Problem details
Find and copy each line in the material below where the string "widths" occurs.

-*-

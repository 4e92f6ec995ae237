package furniture

import (
	"fmt"
	"math"
	"reflect"
	"strings"
	"testing"

	"pgregory.net/rapid"

	"epure/geom/vec"
	"epure/render/drawing"
	"epure/render/font"
)

// TestPapers holds the table of ISO 5457 in the reference notes, section 1
// (sources S1, S2; field counts S3): trimmed, drawing space, untrimmed, fields.
func TestPapers(t *testing.T) {
	for _, c := range []struct {
		name                            string
		short, long, spaceW, spaceH     float64
		untrimmedShort, untrimmedLong   float64
		fieldsLong, fieldsShort, fields int
	}{
		{"A0", 841, 1189, 821, 1159, 880, 1230, 24, 16, 80},
		{"A1", 594, 841, 574, 811, 625, 880, 16, 12, 56},
		{"A2", 420, 594, 400, 564, 450, 625, 12, 8, 40},
		{"A3", 297, 420, 277, 390, 330, 450, 8, 6, 28},
		{"A4", 210, 297, 180, 277, 240, 330, 6, 4, 10}, // upright; letters and numerals on two sides
	} {
		p, ok := PaperNamed(c.name)
		if !ok || min(p.Width, p.Height) != c.short || max(p.Width, p.Height) != c.long {
			t.Errorf("%s: %v by %v", c.name, p.Width, p.Height)
		}
		s := p.Space()
		if min(s.Width(), s.Height()) != c.spaceW || max(s.Width(), s.Height()) != c.spaceH {
			t.Errorf("%s: drawing space %v by %v", c.name, s.Width(), s.Height())
		}
		if w, h := p.Untrimmed(); min(w, h) != c.untrimmedShort || max(w, h) != c.untrimmedLong || (w > h) != (p.Width > p.Height) {
			t.Errorf("%s: untrimmed %v by %v", c.name, w, h)
		}
		if x, y := fieldCounts(p); max(x, y) != c.fieldsLong || min(x, y) != c.fieldsShort {
			t.Errorf("%s: grid of %d by %d fields", c.name, x, y)
		}
		if n := gridLabels(Frame(p)); n != c.fields {
			t.Errorf("%s: %d grid labels, want %d", c.name, n, c.fields)
		}
	}
	if _, ok := PaperNamed("A9"); ok {
		t.Error("A9 is a paper")
	}
}

func fieldCounts(p Paper) (x, y int) {
	s := p.Space()
	return len(fields(p.Width, s.Min.X, s.Max.X)) - 1, len(fields(p.Height, s.Min.Y, s.Max.Y)) - 1
}

func gridLabels(marks []drawing.Mark) int {
	n := 0
	for _, m := range marks {
		if _, ok := m.Shape.(drawing.Text); ok {
			n++
		}
	}
	return n
}

func TestGridNames(t *testing.T) {
	got := ""
	for i := range 26 {
		got += gridName(i) + " "
	}
	// ISO 5457 (S3): no I, no O; after Z doubled
	if got != "A B C D E F G H J K L M N P Q R S T U V W X Y Z AA BB " {
		t.Errorf("letters %q", got)
	}
	p, _ := PaperNamed("A3")
	for _, m := range Frame(p) {
		if x, ok := m.Shape.(drawing.Text); ok && m.Key.Feature == "grid/left/A" && x.At.Y < 245 {
			t.Errorf("A is at %v, not at the top", x.At)
		}
	}
}

func TestFrameStaysOnPaper(t *testing.T) {
	for _, p := range append(Papers(), Paper{"A4", 297, 210}) {
		sheet := drawing.BoxAt(vec.V2{}, p.Width, p.Height)
		block := TitleBlock{Title: "T"}.Marks(vec.V2{X: p.Space().Max.X, Y: p.Space().Min.Y}, p.Group())
		for _, m := range append(Frame(p), block...) {
			if !sheet.Holds(font.Bounds(m.Shape)) {
				t.Errorf("%s: %v leaves the sheet", p.Name, m.Key)
			}
		}
		for _, m := range block {
			if !BlockBox(p).Grow(1e-9).Holds(drawing.Bounds(m.Shape)) { // rounding of sums of whole tenths
				t.Errorf("%s: %v leaves the block", p.Name, m.Key)
			}
		}
		for _, m := range Frame(p) {
			if m.Key.Feature != "border" && strings.HasPrefix(m.Key.Feature, "centring") && BlockBox(p).Overlaps(drawing.Bounds(m.Shape)) {
				t.Errorf("%s: %v runs into the title block", p.Name, m.Key)
			}
		}
	}
}

// TestTrimmingMarks: two rectangles of 10 by 5 at each corner (from memory of ISO
// 5457), outside the trimmed sheet.
func TestTrimmingMarks(t *testing.T) {
	p, _ := PaperNamed("A2")
	marks := TrimmingMarks(p)
	if len(marks) != 8 {
		t.Fatalf("%d rectangles", len(marks))
	}
	w, h := p.Untrimmed()
	margin := drawing.BoxAt(vec.V2{}, p.Width, p.Height).Grow((w - p.Width) / 2)
	for _, m := range marks {
		b := drawing.Bounds(m.Shape)
		if b.Width()*b.Height() != 50 || b.Width()+b.Height() != 15 {
			t.Errorf("%v is %v by %v", m.Key, b.Width(), b.Height())
		}
		if drawing.BoxAt(vec.V2{}, p.Width, p.Height).Overlaps(b) || !margin.Holds(b) || h-p.Height < 10 {
			t.Errorf("%v is not in the margin: %v", m.Key, b)
		}
	}
}

// TestScales holds the list of ISO 5455:1979 in the reference notes, section 5
// (S26).
func TestScales(t *testing.T) {
	want := strings.Fields("50:1 20:1 10:1 5:1 2:1 1:1 1:2 1:5 1:10 1:20 1:50 1:100 1:200 1:500 1:1000 1:2000 1:5000 1:10000")
	var got []string
	for _, s := range Scales() {
		got = append(got, s.String())
		if n, ok := NextDown(s.Value()); !ok || n != s {
			t.Errorf("next down from %v is %v", s, n)
		}
	}
	if !reflect.DeepEqual(got, want) {
		t.Errorf("scales %v", got)
	}
	for fit, want := range map[float64]string{0.3: "1:5", 0.19999999999: "1:5", 0.1999: "1:10", 0.4: "1:5", 0.99: "1:2", 3: "2:1", 120: "100:1", 3e-7: "1:5000000"} {
		if s, ok := NextDown(fit); !ok || s.String() != want {
			t.Errorf("next down from %v is %v, want %s", fit, s, want)
		}
	}
	for _, bad := range []float64{0, -1, math.NaN(), math.Inf(1), 1e-12} {
		if s, ok := NextDown(bad); ok {
			t.Errorf("a scale %v for %v", s, bad)
		}
	}
}

// TestTextHeights holds the heights of ISO 3098 in the reference notes, section 3
// (S16).
func TestTextHeights(t *testing.T) {
	if got := fmt.Sprint(Heights()); got != "[20 14 10 7 5 3.5 2.5 1.8]" {
		t.Error(got)
	}
}

// fieldOf finds the field of the block that a text belongs to: the smallest box
// that holds its anchor.
func fieldOf(marks []drawing.Mark, p vec.V2) drawing.Box {
	best := drawing.Box{}
	for _, m := range marks {
		if b := drawing.Bounds(m.Shape); strings.HasSuffix(m.Key.Feature, "field") &&
			b.Holds(drawing.EmptyBox().With(p)) && (best.Width() == 0 || b.Width() < best.Width()) {
			best = b
		}
	}
	return best
}

// TestTextStaysInItsField fills every field with text of every length and checks
// that no text leaves its field or lies on another. The box of a text is that of
// capitals and tails; accents may touch the caption's line.
func TestTextStaysInItsField(t *testing.T) {
	word := rapid.StringMatching(`[A-Za-z0-9ÄÉ⌀°.-]{1,40}`)
	rapid.Check(t, func(t *rapid.T) {
		var b TitleBlock
		v := reflect.ValueOf(&b).Elem()
		for i := range v.NumField() {
			if f := v.Field(i); f.Kind() == reflect.String {
				f.SetString(strings.Join(rapid.SliceOfN(word, 0, 12).Draw(t, "text"), " "))
			}
		}
		marks := b.Marks(vec.V2{X: 410, Y: 10}, drawing.Group05())
		var boxes []drawing.Box
		for _, m := range marks {
			x, ok := m.Shape.(drawing.Text)
			if !ok {
				continue
			}
			w := font.Width(x.String, x.Height, false)
			box := drawing.Box{Min: vec.V2{X: x.At.X, Y: x.At.Y - 0.3*x.Height}, Max: vec.V2{X: x.At.X + w, Y: x.At.Y + x.Height}}
			if f := fieldOf(marks, x.At); !f.Holds(box) {
				t.Fatalf("%v: text %v leaves its field %v: %q", m.Key, box, f, x.String)
			}
			for _, o := range boxes {
				if o.Overlaps(box) {
					t.Fatalf("%v: %q lies on another text", m.Key, x.String)
				}
			}
			boxes = append(boxes, box)
		}
	})
}

func TestFitKeepsEveryWord(t *testing.T) {
	s := "one two three four five six seven eight nine ten"
	lines, h := Fit(s, 20, 8, 5)
	if strings.Join(lines, " ") != s {
		t.Errorf("%q at %v", lines, h)
	}
	if lines, h := Fit("short", 100, 8, 5); h != 5 || len(lines) != 1 {
		t.Errorf("%q at %v", lines, h)
	}
	if lines, _ := Fit(" \x00 ", 100, 8, 5); lines != nil {
		t.Errorf("%q out of nothing", lines)
	}
	lines, _ = Fit(strings.Repeat("ü", 600), 3, 3, 5)
	if got := strings.Join(lines, ""); got != strings.Repeat("ü", mostText)+"…" {
		t.Errorf("a long word comes out as %d characters", len([]rune(got)))
	}
}

func TestTableIsAsLargeAsItSays(t *testing.T) {
	x := Table{Name: "t", Title: "A title", Head: []string{"No.", "Length"}, Rows: [][]string{{"1", "12.5"}, {"2"}, {"3", "1000.25"}}}
	b := drawing.EmptyBox()
	for _, m := range x.Marks(vec.V2{X: 50, Y: 100}, drawing.Group05()) {
		b = b.Union(drawing.Bounds(m.Shape))
		if txt, ok := m.Shape.(drawing.Text); ok && m.Key.Feature == "row/3/2" {
			if txt.Anchor != drawing.End {
				t.Error("lengths are not set to the right")
			}
		}
	}
	w, h := x.Size()
	if math.Abs(b.Width()-w) > 1e-9 || math.Abs(100-h-b.Min.Y) > 1e-9 { // rounding of a dozen sums
		t.Errorf("size %v by %v, marks reach %v", w, h, b)
	}
	if w, h := (Table{}).Size(); w != 0 || h != 0 {
		t.Errorf("an empty table of %v by %v", w, h)
	}
}
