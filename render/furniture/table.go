package furniture

import (
	"fmt"
	"strings"

	"epure/geom/vec"
	"epure/render/drawing"
	"epure/render/font"
)

// Table is a ruled table. Rows may be shorter than the head; the rest is empty.
type Table struct {
	Name   string // for keys: "table of D"
	Title  string // above the table, may be empty
	Head   []string
	Rows   [][]string
	Height float64 // of capitals, mm; 0 stands for 2.5
}

// The air of a table over the height of capitals: beside the text of a cell, and
// the height of a row.
const (
	cellAir   = 0.8
	rowHeight = 2.0
)

// Size returns the width and height of the table in mm, title included.
func (t Table) Size() (width, height float64) {
	for _, w := range t.widths() {
		width += w
	}
	return max(width, font.Width(t.Title, t.height(), true)), float64(t.lines()) * rowHeight * t.height()
}

func (t Table) height() float64 {
	if t.Height > 0 {
		return t.Height
	}
	return 2.5
}

// lines counts the lines of the table: title, head, rows.
func (t Table) lines() int {
	n := len(t.Rows)
	if t.Title != "" {
		n++
	}
	if len(t.Head) > 0 {
		n++
	}
	return n
}

// columns is the number of columns of the widest row.
func (t Table) columns() int {
	n := len(t.Head)
	for _, r := range t.Rows {
		n = max(n, len(r))
	}
	return n
}

// widths returns each column's width: its widest text and air.
func (t Table) widths() []float64 {
	out := make([]float64, t.columns())
	h := t.height()
	for i := range out {
		if i < len(t.Head) {
			out[i] = font.Width(t.Head[i], h, true)
		}
		for _, r := range t.Rows {
			if i < len(r) {
				out[i] = max(out[i], font.Width(r[i], h, false))
			}
		}
		out[i] += 2 * cellAir * h
	}
	return out
}

// numeric reports whether every cell of a column that is not empty or a dash begins with a
// figure or a sign, and one at least does: such columns are set to the right.
func (t Table) numeric(column int) bool {
	some := false
	for _, r := range t.Rows {
		if column < len(r) && r[column] != "" && r[column] != "–" {
			if !strings.ContainsAny(r[column][:1], "0123456789+-.") && !strings.HasPrefix(r[column], "−") {
				return false
			}
			some = true
		}
	}
	return some
}

// Marks returns the table with its upper left corner at corner. It is Size large.
func (t Table) Marks(corner vec.V2, g drawing.Group) []drawing.Mark {
	h, row := t.height(), rowHeight*t.height()
	base := (row - h) / 2
	y := corner.Y
	var out []drawing.Mark
	if t.Title != "" {
		y -= row
		at := vec.V2{X: corner.X, Y: y + base}
		out = append(out, label(t.key("title"), drawing.Text{At: at, Height: h, String: t.Title, Bold: true}))
	}
	top := y
	if len(t.Head) > 0 {
		y -= row
		out = append(out, t.row(t.Head, "head", vec.V2{X: corner.X, Y: y + base}, true)...)
	}
	under := y
	for i, r := range t.Rows {
		y -= row
		out = append(out, t.row(r, fmt.Sprintf("row/%d", i+1), vec.V2{X: corner.X, Y: y + base}, false)...)
	}
	return append(out, t.rules(corner.X, top, under, y, g)...)
}

func (t Table) key(feature string) drawing.Key { return named(t.Name, feature) }

// row sets the texts of one row from the left end of its baseline.
func (t Table) row(cells []string, name string, at vec.V2, bold bool) []drawing.Mark {
	var out []drawing.Mark
	for i, w := range t.widths() {
		if i < len(cells) && cells[i] != "" {
			x := drawing.Text{At: at.Add(vec.V2{X: cellAir * t.height()}), Height: t.height(), String: cells[i], Bold: bold}
			if t.numeric(i) {
				x.At, x.Anchor = at.Add(vec.V2{X: w - cellAir*t.height()}), drawing.End
			}
			out = append(out, label(t.key(fmt.Sprintf("%s/%d", name, i+1)), x))
		}
		at.X += w
	}
	return out
}

// rules draws the outline and the line under the head wide enough to stand out,
// the lines between rows and columns narrow.
func (t Table) rules(x, top, under, foot float64, g drawing.Group) []drawing.Mark {
	thin, wide := drawing.Pen{Width: g.Narrow, Type: drawing.Continuous}, g.Symbol()
	widths := t.widths()
	right := x
	for _, w := range widths {
		right += w
	}
	at := func(x, y float64) vec.V2 { return vec.V2{X: x, Y: y} }
	var out []drawing.Mark
	for i := 1; i < len(t.Rows); i++ {
		y := under - float64(i)*rowHeight*t.height()
		out = append(out, line(t.key(fmt.Sprintf("rule/%d", i)), thin, at(x, y), at(right, y)))
	}
	c := x
	for i := 0; i+1 < len(widths); i++ {
		c += widths[i]
		out = append(out, line(t.key(fmt.Sprintf("column/%d", i+1)), thin, at(c, top), at(c, foot)))
	}
	if len(t.Head) > 0 && len(t.Rows) > 0 {
		out = append(out, line(t.key("rule/head"), wide, at(x, under), at(right, under)))
	}
	box := drawing.Box{Min: at(x, foot), Max: at(right, top)}
	return append(out, drawing.Mark{Key: t.key("border"), Role: drawing.Furniture, Pen: wide, Shape: box.Outline()})
}
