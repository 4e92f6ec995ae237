package furniture

import (
	"math"
	"os"
	"testing"

	"epure/geom/vec"
	"epure/render/drawing"
	"epure/render/pdf"
	"epure/render/png"
	"epure/render/svg"
)

func at(x, y float64) vec.V2 { return vec.V2{X: x, Y: y} }

// demo is a sheet with every piece of furniture on it, for the eye: set
// EPURE_LOOK to a folder, run the tests and look at demo.svg and demo.pdf there.
func demo() drawing.Sheet {
	p, _ := PaperNamed("A3")
	g := p.Group()
	s := DimStyleFor(g)
	marks := Frame(p)
	block := TitleBlock{
		Owner: "Invented Works", Number: "EP-0042-07", Revision: "B", Date: "2024-02-29", Sheet: "1", Sheets: "3", Language: "en",
		Title: "Rain hood for a round vent", Supplement: "cut parallel to a generator, pattern seen from outside", Department: "Sheet shop",
		Reference: "A. Draughtsman", Approved: "B. Checker", Creator: "C. Maker", DocumentType: "Manufacturing drawing", Status: "For review",
		PaperSize: "A3", Scale: "1:5", Units: "mm", Tolerance: "ISO 2768-m", Projection: FirstAngle,
	}
	marks = append(marks, block.Marks(at(p.Space().Max.X, p.Space().Min.Y), g)...)
	k := func(f string) drawing.Key { return drawing.Key{View: "front", Thing: "K", Feature: f} }
	add := func(m ...drawing.Mark) { marks = append(marks, m...) }
	line := func(r drawing.Role, a, b vec.V2) {
		add(drawing.Mark{Key: k(""), Role: r, Pen: g.Pen(r), Shape: drawing.Line{A: a, B: b}})
	}
	line(drawing.VisibleEdge, at(60, 160), at(140, 160))
	line(drawing.VisibleEdge, at(60, 160), at(100, 240))
	line(drawing.VisibleEdge, at(140, 160), at(100, 240))
	line(drawing.CentreLine, at(100, 156), at(100, 244))
	line(drawing.HiddenEdge, at(80, 160), at(100, 240))
	add(Linear{From: at(60, 160), To: at(140, 160), Offset: -10, Text: "⌀ 240"}.Marks(k("a"), s)...)
	add(Linear{From: at(60, 160), To: at(80, 160), Offset: -18, Text: "60"}.Marks(k("b"), s)...)
	add(Linear{From: at(80, 160), To: at(86, 160), Offset: -18, Text: "18"}.Marks(k("c"), s)...)
	add(Linear{From: at(140, 160), To: at(100, 240), Dir: at(0, 1), Offset: -12, Text: "260 ± 2"}.Marks(k("d"), s)...)
	add(Linear{From: at(60, 160), To: at(100, 240), Offset: 8, Text: "286.4"}.Marks(k("e"), s)...)
	add(Linear{From: at(140, 160), To: at(140, 164), Dir: at(0, 1), Offset: -22, Text: "4.5"}.Marks(k("f"), s)...)
	add(Angle{Vertex: at(60, 160), From: 0, To: math.Atan2(80, 40), Radius: 22, Legs: [2]float64{80, 80}, Text: "63.4°"}.Marks(k("g"), s)...)
	add(Angle{Vertex: at(140, 160), From: math.Pi - math.Atan2(80, 40), To: math.Pi, Radius: 16, Legs: [2]float64{80, 80}, Text: "63.4°"}.Marks(k("h"), s)...)
	add(Leader{Tip: at(118, 204), Elbow: at(128, 222), Text: "generator 3"}.Marks(k("i"), s)...)
	add(Leader{Tip: at(95, 175), Elbow: at(84, 185), End: EndDot, Text: "t 0.7"}.Marks(k("j"), s)...)
	circle := func(c vec.V2, r float64) drawing.EllipseArc {
		return drawing.EllipseArc{C: c, RX: r, RY: r, To: 2 * math.Pi}
	}
	for _, r := range []float64{32, 12, 5} {
		add(drawing.Mark{Key: k(""), Role: drawing.VisibleEdge, Pen: g.Visible(), Shape: circle(at(230, 200), r)})
	}
	line(drawing.CentreLine, at(195, 200), at(265, 200))
	line(drawing.CentreLine, at(230, 165), at(230, 235))
	add(Diameter{Centre: at(230, 200), Radius: 32, Angle: 0.6, Text: "⌀ 64"}.Marks(k("k"), s)...)
	add(Diameter{Centre: at(230, 200), Radius: 12, Angle: 2.4, Text: "⌀ 24"}.Marks(k("l"), s)...)
	add(Radius{Centre: at(230, 200), Radius: 5, Angle: -0.8, Text: "R 5"}.Marks(k("m"), s)...)
	add(Radius{Centre: at(230, 200), Radius: 32, Angle: -2.4, Text: "R 32"}.Marks(k("n"), s)...)
	hatched := drawing.Path{Closed: true, Pieces: []drawing.Shape{
		drawing.EllipseArc{C: at(60, 80), RX: 35, RY: 20, Rot: 0.3, To: 2 * math.Pi},
	}}
	hole := drawing.Path{Closed: true, Pieces: []drawing.Shape{drawing.Quad{P0: at(50, 72), P1: at(60, 110), P2: at(72, 76)}, drawing.Line{A: at(72, 76), B: at(50, 72)}}}
	for _, l := range drawing.Hatch([]drawing.Path{hatched, hole}, drawing.HatchAngle, drawing.PitchFor(drawing.Bounds(hatched))) {
		add(drawing.Mark{Key: k(""), Role: drawing.Hatching, Pen: g.Thin(), Shape: l})
	}
	add(drawing.Mark{Role: drawing.VisibleEdge, Pen: g.Visible(), Shape: hatched}, drawing.Mark{Role: drawing.VisibleEdge, Pen: g.Visible(), Shape: hole})
	t := Table{Name: "table of D", Title: "True lengths", Head: []string{"No.", "Angle", "True length", "Note"},
		Rows: [][]string{{"1", "180°", "286.4", "seam"}, {"2", "210°", "1241.75", ""}, {"3", "240°", "98.1", "shortest"}}}
	add(t.Marks(at(310, 250), g)...)
	add(Symbol(ThirdAngle, at(330, 190), 8, g)...)
	add(Symbol(FirstAngle, at(380, 190), 5, g)...)
	for i, d := range []float64{0, 30, 60, 90, 120, 150, 180, 210, 240, 270, 300, 330} {
		c, u := at(330, 120), drawing.Dir(d*math.Pi/180)
		add(Linear{From: c.Along(u, 15), To: c.Along(u, 38), Offset: 0, Text: "23"}.Marks(drawing.Key{View: "rose", Thing: string(rune('a' + i))}, s)...)
	}
	for i, d := range []float64{0, 45, 90, 135, 180, 225, 270, 315} {
		a := Angle{Vertex: at(150, 75), From: d * math.Pi / 180, To: (d + 45) * math.Pi / 180, Radius: 24, Text: "45°"}
		add(a.Marks(drawing.Key{View: "angles", Thing: string(rune('a' + i))}, s)...)
	}
	return drawing.Sheet{Name: "demo", Title: "Demo", Desc: "Every piece of furniture.", Width: p.Width, Height: p.Height, Marks: marks}
}

func TestDemoIsWritten(t *testing.T) {
	s, err := svg.Write(demo(), svg.Options{})
	if err != nil {
		t.Fatal(err)
	}
	p, err := pdf.Write(demo())
	if err != nil {
		t.Fatal(err)
	}
	if dir := os.Getenv("EPURE_LOOK"); dir != "" {
		os.WriteFile(dir+"/demo.svg", s, 0o644)
		os.WriteFile(dir+"/demo.pdf", p, 0o644)
		if img, err := png.Write(demo(), 150); err == nil {
			os.WriteFile(dir+"/demo.png", img, 0o644)
		}
	}
}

-*-

Finished exercise
	for _, w := range t.widths() {
// widths returns each column's width: its widest text and air.
func (t Table) widths() []float64 {
	for i, w := range t.widths() {
	widths := t.widths()
	for _, w := range widths {
	for i := 0; i+1 < len(widths); i++ {
		c += widths[i]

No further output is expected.